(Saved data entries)
- - - -
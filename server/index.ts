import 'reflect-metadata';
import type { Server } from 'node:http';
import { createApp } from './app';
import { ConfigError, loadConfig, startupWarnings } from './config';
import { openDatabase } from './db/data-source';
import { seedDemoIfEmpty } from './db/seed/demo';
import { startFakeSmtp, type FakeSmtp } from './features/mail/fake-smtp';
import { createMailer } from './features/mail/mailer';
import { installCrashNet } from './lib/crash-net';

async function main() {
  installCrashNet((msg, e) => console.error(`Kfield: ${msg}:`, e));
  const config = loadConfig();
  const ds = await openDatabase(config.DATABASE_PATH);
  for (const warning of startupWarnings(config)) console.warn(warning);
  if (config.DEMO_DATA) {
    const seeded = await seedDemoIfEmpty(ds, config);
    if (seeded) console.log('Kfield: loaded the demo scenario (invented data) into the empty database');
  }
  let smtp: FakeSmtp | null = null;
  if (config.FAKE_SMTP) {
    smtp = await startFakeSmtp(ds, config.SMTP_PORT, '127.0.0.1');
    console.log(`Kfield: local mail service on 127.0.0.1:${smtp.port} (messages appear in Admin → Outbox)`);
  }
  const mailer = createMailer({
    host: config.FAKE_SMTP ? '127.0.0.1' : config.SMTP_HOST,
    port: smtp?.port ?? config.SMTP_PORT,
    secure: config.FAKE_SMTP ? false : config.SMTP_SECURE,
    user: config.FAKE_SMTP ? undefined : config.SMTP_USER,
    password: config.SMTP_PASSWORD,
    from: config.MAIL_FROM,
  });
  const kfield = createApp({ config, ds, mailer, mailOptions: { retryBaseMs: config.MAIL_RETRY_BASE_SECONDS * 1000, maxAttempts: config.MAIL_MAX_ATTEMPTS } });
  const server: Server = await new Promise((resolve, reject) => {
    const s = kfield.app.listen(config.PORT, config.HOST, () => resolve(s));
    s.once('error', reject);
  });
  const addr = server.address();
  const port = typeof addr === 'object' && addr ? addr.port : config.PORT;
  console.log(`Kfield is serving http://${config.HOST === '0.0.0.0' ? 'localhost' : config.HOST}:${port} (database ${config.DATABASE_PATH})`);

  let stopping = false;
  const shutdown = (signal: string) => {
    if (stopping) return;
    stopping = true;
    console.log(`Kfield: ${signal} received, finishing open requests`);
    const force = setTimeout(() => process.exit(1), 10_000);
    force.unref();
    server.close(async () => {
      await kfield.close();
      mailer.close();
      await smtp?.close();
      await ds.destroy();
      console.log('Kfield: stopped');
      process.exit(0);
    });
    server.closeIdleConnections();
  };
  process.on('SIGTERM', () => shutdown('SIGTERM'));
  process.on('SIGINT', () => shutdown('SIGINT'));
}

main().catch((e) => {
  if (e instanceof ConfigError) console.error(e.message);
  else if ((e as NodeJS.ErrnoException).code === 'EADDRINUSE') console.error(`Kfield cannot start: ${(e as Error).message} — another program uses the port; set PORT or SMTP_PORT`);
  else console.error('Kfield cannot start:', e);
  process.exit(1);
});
- - - -
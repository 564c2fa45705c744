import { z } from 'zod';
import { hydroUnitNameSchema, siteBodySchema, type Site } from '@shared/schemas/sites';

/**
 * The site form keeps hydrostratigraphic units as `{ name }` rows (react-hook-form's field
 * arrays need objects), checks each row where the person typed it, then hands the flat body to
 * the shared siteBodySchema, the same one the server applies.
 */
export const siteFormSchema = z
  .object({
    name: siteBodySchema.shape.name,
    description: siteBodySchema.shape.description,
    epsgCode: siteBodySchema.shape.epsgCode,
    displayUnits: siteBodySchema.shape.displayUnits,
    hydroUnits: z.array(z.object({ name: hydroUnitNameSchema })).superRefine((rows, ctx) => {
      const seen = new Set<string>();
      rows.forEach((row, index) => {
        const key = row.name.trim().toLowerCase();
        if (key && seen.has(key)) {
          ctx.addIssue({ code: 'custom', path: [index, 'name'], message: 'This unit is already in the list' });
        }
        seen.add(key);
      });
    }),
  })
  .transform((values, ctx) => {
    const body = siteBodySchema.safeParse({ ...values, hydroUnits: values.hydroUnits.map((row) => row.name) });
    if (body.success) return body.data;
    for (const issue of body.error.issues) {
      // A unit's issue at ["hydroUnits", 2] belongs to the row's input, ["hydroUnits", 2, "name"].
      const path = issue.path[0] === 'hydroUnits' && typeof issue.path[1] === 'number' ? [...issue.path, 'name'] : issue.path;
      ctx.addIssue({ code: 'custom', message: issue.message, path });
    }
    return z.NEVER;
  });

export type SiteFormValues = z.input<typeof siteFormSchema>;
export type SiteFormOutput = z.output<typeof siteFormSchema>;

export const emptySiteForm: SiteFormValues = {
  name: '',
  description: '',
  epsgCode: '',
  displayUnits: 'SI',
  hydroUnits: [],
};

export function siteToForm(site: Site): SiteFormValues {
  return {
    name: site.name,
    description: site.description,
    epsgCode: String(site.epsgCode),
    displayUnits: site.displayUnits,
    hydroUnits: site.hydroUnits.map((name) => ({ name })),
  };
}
- - - -
Copy from the entries above each line in which the string "force" can be found.

    const force = setTimeout(() => process.exit(1), 10_000);
    force.unref();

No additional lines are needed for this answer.